- Description of the task -
Going from the top of the data below, give again each line through the one containing "onDryMatter, PLAUSIBLE_MAX_ON_DM, type", both ends kept.
━━━━━━
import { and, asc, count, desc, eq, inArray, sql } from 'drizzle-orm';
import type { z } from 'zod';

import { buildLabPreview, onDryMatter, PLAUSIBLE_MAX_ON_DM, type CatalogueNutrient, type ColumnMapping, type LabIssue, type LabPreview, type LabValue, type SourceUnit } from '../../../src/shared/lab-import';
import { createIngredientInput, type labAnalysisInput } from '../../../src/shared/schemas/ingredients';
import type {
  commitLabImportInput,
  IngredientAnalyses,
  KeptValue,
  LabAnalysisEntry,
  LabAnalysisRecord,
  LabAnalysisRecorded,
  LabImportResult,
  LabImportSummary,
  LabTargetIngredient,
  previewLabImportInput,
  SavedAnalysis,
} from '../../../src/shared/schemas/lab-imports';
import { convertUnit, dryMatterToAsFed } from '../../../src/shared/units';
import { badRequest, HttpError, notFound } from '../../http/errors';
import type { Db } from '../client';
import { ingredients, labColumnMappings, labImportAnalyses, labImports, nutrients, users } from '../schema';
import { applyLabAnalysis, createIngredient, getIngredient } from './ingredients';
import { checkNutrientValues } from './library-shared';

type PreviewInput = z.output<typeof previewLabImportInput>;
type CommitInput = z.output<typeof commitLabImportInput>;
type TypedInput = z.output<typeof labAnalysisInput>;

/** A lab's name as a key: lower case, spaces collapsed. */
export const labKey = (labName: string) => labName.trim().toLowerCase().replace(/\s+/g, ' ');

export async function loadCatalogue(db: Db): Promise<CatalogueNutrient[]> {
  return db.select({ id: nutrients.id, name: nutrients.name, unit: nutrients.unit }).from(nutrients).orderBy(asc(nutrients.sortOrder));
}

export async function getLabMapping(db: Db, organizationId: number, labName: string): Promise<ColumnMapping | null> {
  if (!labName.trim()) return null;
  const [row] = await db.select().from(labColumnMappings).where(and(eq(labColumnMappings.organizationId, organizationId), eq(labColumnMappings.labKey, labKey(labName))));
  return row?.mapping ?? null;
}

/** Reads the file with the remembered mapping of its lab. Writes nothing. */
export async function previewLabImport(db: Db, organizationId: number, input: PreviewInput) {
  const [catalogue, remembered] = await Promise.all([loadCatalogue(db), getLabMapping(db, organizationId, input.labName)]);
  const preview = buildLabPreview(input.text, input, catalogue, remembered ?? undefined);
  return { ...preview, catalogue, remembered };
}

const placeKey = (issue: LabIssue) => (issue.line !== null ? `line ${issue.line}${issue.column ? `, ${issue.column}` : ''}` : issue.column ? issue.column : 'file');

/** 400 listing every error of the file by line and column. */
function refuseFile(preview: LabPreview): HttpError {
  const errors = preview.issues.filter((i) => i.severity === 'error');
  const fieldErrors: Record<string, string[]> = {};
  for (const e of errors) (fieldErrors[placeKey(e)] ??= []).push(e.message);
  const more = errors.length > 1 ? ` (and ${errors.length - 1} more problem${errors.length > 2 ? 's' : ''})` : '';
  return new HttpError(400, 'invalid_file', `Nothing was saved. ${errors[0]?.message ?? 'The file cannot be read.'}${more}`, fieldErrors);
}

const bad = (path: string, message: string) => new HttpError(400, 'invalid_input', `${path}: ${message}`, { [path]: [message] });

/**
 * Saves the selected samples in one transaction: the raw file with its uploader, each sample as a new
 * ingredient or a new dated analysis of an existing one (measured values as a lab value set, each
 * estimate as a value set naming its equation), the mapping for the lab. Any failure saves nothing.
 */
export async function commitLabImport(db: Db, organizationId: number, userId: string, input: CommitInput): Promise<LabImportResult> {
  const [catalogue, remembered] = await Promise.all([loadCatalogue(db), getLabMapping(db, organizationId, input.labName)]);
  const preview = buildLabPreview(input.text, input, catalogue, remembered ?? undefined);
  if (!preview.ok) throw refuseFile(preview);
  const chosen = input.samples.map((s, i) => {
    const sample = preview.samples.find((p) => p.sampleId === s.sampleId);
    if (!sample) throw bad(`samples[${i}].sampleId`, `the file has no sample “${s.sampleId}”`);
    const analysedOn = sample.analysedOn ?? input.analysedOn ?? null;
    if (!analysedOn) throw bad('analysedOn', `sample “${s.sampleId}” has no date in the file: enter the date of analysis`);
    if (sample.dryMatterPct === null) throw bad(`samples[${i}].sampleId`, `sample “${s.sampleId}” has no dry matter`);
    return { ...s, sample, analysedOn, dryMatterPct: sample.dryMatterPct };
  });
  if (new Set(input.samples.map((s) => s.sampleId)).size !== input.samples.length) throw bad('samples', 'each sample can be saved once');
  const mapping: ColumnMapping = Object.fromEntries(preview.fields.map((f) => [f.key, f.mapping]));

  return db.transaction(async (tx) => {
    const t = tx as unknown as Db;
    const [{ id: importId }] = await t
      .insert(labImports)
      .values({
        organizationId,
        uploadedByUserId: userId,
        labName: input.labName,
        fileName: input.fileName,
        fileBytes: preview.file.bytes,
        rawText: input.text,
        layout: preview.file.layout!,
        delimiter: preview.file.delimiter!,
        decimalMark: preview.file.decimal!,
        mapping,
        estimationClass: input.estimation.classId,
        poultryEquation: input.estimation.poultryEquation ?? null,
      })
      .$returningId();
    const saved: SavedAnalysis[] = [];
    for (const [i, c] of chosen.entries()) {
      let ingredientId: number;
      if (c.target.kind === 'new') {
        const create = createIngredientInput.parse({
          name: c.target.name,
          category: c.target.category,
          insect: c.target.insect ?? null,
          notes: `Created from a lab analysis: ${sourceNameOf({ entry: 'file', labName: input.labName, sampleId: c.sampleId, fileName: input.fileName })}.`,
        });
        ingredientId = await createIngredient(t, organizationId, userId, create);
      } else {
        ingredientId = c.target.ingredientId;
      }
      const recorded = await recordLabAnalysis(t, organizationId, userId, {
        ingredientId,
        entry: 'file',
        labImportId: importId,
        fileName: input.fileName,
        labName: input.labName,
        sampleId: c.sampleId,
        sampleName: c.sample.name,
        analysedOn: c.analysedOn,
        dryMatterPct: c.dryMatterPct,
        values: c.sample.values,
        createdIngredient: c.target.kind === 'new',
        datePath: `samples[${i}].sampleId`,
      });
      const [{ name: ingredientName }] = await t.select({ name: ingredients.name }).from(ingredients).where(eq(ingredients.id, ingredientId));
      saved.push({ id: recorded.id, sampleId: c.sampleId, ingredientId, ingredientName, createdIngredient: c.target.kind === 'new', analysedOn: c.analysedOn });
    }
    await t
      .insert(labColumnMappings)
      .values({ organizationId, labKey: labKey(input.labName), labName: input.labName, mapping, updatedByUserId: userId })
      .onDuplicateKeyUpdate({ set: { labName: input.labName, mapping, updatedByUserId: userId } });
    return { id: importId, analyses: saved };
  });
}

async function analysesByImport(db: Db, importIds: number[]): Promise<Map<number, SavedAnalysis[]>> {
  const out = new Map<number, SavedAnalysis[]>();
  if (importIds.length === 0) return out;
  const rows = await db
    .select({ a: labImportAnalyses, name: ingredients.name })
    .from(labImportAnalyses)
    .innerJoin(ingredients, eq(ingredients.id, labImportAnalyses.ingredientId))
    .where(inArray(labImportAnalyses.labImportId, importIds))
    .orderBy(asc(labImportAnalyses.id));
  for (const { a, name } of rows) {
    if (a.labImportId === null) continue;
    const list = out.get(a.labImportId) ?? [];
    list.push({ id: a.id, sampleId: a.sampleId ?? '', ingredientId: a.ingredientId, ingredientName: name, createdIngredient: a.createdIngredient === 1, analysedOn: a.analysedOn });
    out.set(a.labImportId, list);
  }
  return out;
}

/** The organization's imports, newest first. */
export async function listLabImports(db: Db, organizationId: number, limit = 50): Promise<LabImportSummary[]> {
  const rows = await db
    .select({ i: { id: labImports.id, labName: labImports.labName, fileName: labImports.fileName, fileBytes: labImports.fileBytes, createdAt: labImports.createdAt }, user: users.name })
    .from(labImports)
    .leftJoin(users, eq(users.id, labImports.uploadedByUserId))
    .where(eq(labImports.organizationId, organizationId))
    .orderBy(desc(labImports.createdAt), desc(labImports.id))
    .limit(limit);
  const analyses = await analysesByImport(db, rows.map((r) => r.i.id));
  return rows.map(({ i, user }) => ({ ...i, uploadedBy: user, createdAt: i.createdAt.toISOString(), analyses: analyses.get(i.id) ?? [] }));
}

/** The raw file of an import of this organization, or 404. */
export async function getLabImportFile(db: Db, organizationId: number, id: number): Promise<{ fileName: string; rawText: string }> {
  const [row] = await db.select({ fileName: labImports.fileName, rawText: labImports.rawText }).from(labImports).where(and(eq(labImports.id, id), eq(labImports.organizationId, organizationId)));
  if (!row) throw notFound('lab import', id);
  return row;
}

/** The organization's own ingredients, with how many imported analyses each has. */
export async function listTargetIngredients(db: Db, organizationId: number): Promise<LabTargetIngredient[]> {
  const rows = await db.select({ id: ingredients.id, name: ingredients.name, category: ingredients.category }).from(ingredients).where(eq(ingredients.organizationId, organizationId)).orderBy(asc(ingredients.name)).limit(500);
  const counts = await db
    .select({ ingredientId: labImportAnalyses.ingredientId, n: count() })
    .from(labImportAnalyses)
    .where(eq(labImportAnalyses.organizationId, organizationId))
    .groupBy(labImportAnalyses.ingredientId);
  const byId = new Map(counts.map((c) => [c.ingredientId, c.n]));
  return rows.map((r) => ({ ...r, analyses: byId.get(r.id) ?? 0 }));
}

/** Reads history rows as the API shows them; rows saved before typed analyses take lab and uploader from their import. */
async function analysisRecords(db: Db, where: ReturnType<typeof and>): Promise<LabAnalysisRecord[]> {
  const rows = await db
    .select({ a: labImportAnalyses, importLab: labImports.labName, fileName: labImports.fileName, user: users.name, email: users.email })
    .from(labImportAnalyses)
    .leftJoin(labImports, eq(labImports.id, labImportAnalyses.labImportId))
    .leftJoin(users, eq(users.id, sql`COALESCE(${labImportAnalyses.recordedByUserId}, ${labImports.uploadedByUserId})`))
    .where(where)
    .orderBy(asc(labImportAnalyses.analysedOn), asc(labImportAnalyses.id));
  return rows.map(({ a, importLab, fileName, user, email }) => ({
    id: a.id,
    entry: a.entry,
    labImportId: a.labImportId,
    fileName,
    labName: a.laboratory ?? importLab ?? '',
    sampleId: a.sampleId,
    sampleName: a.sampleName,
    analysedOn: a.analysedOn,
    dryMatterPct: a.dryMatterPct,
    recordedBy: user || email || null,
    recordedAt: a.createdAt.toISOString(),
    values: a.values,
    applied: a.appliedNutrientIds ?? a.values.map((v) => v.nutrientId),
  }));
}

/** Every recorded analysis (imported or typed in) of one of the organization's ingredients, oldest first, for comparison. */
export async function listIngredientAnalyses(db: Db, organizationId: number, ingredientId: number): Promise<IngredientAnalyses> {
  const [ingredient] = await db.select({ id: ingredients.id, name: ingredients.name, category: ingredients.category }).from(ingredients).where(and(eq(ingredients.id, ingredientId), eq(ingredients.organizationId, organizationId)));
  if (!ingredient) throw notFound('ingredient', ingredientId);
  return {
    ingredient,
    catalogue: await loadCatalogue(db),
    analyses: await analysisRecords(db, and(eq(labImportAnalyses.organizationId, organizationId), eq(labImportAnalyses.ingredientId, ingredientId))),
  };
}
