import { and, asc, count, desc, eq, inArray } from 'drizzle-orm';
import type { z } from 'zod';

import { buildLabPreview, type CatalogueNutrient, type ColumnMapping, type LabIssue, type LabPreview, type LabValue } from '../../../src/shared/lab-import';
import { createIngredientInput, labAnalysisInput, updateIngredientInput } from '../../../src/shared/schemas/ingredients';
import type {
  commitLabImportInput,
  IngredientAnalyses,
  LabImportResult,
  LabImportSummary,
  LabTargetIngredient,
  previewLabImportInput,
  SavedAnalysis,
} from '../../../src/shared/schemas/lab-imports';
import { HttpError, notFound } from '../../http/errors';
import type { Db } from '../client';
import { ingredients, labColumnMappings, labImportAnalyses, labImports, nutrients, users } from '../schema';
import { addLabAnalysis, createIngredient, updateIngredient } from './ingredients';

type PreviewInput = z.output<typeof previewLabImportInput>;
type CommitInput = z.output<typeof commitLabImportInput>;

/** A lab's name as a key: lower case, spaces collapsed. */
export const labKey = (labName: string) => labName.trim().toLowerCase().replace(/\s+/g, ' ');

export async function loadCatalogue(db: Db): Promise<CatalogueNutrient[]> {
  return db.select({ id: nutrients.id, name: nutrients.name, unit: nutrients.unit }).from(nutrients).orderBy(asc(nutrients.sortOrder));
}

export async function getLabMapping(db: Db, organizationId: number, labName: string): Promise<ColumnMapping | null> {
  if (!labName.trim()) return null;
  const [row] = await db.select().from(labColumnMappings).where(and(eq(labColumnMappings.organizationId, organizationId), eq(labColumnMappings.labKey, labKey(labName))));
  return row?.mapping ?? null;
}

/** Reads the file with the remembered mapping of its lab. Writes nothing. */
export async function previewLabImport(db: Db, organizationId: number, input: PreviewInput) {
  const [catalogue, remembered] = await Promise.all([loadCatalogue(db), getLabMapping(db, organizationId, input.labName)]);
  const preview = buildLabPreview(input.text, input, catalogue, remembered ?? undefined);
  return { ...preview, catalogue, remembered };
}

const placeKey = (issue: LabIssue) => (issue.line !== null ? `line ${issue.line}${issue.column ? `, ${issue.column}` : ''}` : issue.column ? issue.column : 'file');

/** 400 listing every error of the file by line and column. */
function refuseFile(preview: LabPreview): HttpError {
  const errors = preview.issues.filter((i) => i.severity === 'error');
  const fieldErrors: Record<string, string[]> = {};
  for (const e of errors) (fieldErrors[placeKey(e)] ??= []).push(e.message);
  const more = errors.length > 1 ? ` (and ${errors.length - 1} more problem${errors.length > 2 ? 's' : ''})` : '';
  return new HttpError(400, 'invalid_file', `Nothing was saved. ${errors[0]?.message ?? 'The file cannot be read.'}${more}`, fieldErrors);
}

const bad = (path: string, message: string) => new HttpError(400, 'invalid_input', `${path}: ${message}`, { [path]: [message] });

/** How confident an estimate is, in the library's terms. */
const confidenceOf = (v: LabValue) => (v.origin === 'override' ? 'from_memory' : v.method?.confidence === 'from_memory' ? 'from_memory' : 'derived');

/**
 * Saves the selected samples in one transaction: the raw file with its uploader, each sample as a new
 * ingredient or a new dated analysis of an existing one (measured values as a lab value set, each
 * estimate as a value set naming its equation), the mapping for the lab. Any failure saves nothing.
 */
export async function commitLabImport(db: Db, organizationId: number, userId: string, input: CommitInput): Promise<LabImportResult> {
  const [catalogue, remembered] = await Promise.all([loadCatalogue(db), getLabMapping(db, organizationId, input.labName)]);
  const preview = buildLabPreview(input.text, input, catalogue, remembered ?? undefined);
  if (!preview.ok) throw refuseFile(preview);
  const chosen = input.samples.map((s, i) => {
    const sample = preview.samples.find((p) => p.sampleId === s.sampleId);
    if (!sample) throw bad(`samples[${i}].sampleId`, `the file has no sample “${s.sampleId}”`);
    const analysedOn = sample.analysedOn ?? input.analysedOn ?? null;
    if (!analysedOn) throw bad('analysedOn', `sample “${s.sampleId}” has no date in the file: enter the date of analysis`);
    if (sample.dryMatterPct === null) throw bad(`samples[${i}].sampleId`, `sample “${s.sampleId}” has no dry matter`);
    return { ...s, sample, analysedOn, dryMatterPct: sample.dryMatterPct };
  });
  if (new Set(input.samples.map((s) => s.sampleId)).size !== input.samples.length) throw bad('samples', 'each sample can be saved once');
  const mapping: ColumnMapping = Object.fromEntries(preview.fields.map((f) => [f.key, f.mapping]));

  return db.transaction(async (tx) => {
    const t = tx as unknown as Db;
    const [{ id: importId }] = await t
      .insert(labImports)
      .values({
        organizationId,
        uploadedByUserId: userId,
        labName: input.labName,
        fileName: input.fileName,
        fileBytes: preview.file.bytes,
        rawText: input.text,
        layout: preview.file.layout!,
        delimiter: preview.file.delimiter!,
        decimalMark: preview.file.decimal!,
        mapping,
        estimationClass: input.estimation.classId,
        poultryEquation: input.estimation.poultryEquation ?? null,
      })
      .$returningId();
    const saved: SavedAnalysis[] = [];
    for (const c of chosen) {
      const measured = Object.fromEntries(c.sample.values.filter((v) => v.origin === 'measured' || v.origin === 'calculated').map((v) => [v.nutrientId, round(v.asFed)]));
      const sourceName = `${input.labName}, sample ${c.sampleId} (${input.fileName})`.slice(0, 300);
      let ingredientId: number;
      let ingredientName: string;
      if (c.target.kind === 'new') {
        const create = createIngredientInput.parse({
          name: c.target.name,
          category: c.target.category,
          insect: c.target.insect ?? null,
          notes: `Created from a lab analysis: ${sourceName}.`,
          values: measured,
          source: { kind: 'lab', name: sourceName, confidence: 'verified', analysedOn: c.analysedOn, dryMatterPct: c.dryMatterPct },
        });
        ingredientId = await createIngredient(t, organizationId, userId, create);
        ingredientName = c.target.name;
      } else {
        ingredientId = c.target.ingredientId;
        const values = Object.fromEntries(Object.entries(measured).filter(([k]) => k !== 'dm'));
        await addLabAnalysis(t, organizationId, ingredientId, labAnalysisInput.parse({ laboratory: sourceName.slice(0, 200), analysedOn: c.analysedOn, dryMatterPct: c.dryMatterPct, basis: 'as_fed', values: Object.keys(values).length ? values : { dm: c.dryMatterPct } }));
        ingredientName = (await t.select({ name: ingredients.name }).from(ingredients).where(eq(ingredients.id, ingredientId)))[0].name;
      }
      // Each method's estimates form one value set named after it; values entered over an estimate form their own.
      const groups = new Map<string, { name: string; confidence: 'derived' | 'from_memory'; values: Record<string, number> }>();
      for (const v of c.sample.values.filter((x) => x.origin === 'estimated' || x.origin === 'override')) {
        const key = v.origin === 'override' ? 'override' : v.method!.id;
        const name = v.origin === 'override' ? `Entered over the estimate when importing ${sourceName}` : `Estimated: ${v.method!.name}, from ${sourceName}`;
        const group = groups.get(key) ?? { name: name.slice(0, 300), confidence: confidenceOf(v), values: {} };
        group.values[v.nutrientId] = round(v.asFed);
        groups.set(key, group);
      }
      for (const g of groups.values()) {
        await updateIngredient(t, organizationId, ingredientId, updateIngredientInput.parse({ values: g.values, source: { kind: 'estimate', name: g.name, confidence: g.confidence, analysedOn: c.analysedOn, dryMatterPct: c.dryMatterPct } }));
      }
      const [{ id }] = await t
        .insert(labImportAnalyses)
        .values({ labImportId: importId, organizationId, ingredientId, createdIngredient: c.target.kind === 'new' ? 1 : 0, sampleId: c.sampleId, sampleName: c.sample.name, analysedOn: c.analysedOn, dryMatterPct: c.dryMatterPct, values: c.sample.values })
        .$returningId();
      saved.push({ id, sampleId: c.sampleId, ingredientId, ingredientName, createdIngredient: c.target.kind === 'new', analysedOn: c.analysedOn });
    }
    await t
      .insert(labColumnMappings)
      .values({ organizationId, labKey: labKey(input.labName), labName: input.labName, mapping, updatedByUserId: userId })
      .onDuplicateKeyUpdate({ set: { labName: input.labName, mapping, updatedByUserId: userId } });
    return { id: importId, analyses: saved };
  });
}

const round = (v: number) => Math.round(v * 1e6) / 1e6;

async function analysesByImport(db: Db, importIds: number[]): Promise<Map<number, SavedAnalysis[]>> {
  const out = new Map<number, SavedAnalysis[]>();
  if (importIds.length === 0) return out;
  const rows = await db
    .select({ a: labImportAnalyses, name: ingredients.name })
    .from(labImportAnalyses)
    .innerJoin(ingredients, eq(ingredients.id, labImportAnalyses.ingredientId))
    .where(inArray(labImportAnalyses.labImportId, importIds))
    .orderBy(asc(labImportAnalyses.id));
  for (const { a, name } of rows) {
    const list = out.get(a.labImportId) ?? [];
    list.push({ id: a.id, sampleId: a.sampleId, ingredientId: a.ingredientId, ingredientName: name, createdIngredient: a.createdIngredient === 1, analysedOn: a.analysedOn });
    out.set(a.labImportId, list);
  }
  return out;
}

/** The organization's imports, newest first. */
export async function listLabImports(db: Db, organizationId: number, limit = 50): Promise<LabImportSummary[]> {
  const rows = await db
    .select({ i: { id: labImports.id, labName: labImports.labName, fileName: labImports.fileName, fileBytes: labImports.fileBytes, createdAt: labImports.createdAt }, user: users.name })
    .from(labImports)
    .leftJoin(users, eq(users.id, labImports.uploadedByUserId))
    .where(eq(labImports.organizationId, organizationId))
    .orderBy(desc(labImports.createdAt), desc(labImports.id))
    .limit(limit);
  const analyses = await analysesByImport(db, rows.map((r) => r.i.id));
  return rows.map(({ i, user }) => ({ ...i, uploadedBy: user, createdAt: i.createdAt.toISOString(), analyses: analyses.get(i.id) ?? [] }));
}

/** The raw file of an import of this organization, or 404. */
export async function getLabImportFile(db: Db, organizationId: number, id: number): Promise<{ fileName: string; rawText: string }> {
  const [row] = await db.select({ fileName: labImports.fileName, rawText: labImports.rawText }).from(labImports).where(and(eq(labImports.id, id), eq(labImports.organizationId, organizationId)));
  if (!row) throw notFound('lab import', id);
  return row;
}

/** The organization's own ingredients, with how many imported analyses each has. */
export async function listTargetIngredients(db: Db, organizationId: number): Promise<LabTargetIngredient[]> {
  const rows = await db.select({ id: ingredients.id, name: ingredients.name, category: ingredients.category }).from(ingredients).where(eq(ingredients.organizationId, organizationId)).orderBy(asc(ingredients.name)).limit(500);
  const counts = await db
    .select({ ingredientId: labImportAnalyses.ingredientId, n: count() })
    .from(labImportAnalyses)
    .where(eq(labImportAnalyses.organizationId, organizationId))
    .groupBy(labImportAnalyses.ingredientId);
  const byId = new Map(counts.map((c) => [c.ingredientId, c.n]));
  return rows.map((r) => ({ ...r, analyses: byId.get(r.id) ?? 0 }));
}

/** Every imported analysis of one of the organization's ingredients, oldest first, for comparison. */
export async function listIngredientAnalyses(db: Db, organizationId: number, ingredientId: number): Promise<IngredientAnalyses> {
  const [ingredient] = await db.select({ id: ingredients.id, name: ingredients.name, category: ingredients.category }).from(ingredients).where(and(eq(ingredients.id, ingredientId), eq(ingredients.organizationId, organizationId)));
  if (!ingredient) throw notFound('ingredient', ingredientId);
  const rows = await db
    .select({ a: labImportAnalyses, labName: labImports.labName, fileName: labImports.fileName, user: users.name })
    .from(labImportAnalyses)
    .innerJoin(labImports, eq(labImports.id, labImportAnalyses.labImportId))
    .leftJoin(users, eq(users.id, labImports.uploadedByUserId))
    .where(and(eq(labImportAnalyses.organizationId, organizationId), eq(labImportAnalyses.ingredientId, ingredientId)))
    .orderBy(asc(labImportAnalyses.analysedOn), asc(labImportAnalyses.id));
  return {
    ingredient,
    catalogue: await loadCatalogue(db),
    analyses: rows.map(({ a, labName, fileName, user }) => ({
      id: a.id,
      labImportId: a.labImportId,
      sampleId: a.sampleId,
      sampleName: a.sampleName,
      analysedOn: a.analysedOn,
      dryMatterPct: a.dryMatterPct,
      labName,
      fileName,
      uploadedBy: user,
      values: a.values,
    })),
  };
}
━━━━━━
- Answer box -
import { and, asc, count, desc, eq, inArray, sql } from 'drizzle-orm';
import type { z } from 'zod';

import { buildLabPreview, onDryMatter, PLAUSIBLE_MAX_ON_DM, type CatalogueNutrient, type ColumnMapping, type LabIssue, type LabPreview, type LabValue, type SourceUnit } from '../../../src/shared/lab-import';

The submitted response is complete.